The main thing that helps us work together is clearly defining the interfaces
between different modules or pieces of the system and keeping things
encapsulated.

For example, I work on the VFS interface that other parts of the system use to
access workspaces. If I follow semver, then I can push bugfixes without
breaking other's code. If I have to change my interface, then I bump the minor
version.

Granted, normal npm modules already provide a lot of this. They have semantic
versions and the module name is the name to the API interface. We use vanilla
npm modules as well. Architect is a layer on top of this.

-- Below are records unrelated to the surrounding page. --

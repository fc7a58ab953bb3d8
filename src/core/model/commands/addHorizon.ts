import { nameWithSuffix } from '../limits';
import type { DocHorizon, ImagePx, ProjectDoc } from '../projectDoc';
import { horizonNameTaken } from './horizonNameTaken';
import { nextHorizonName } from './nextHorizonName';

/**
 * Returns `count` new horizon ids ("h1", "h2", …) after the highest numbered one in the document: the one id
 * rule for drawn, imported and opened horizons. Ids of other forms that older documents hold ("horizon-2")
 * are kept as they are and never clash with these.
 */
export function freshHorizonIds(doc: ProjectDoc, count: number): string[] {
  let max = 0;
  for (const h of doc.horizons) {
    const m = /^h(\d+)$/.exec(h.id);
    if (m) max = Math.max(max, Number(m[1]));
  }
  const ids: string[] = [];
  for (let k = 1; k <= count; k++) ids.push(`h${max + k}`);
  return ids;
}

/** Returns the next free horizon id ("h1", "h2", …), from the highest numbered id in the document. */
export function nextHorizonId(doc: ProjectDoc): string {
  return freshHorizonIds(doc, 1)[0];
}

/** Returns `name` trimmed, or with " (2)", " (3)" … when another horizon has it: no two horizons share a name. */
function freeName(doc: ProjectDoc, id: string, name: string): string {
  const base = name.trim();
  if (!horizonNameTaken(doc, id, base)) return base;
  let k = 2;
  while (horizonNameTaken(doc, id, nameWithSuffix(base, ` (${k})`))) k++;
  return nameWithSuffix(base, ` (${k})`);
}

/**
 * Returns the document with a new horizon (image-pixel vertices) inserted at `index` (default: the end, i.e. oldest);
 * unchanged if the id exists. Without a name (or a blank one) it is called nextHorizonName; a name another horizon has gets " (2)" ….
 */
export function addHorizon(
  doc: ProjectDoc,
  horizon: { id: string; name?: string; colour: string; pointsPx: ImagePx[] } & Partial<Omit<DocHorizon, 'name'>>,
  index = doc.horizons.length,
): ProjectDoc {
  if (doc.horizons.some((h) => h.id === horizon.id)) return doc;
  const name = horizon.name?.trim() ? freeName(doc, horizon.id, horizon.name) : nextHorizonName(doc, horizon.id);
  const h: DocHorizon = {
    visible: true, locked: false, projected: [], joins: [], ...horizon, name,
    pointsPx: horizon.pointsPx.map(([u, v]) => [u, v]),
  };
  const horizons = doc.horizons.slice();
  horizons.splice(Math.max(0, Math.min(index, horizons.length)), 0, h);
  return { ...doc, horizons };
}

The real strength of architect over just plain npm dependencies is the config
file. You build your architect application as a JSON (or JS) config file that
tells the system what plugins to load and what parameters to provide to each.
Since the plugins are decoupled and never touch eachother except through
defined architect services, it's easy to see if a dependency is missing. You
can replace a dependency with some other module that implements the same
interface. This makes manual and automated testing much easier. If I want to
test my new feature in isolation, I configure a minimal version of the app and
add in my plugin. Then I can add more and more plugins as I test to make sure
it integrates with everything. I can switch between config profiles with a
single flag.

Also having opposing timezones makes it impossible to make real progress on
tightly coupled systems. San Francisco is drinking morning coffee when
Amsterdam is going home, I'm in between in Red Lick, Texas.

Architect is just a tool that helps in some cases. The important rule is to
decouple modules using some tool (vanilla npm, architect, or something else)
and then take interfaces seriously. This makes testing sane, distributed
development efficient, and large programs possible.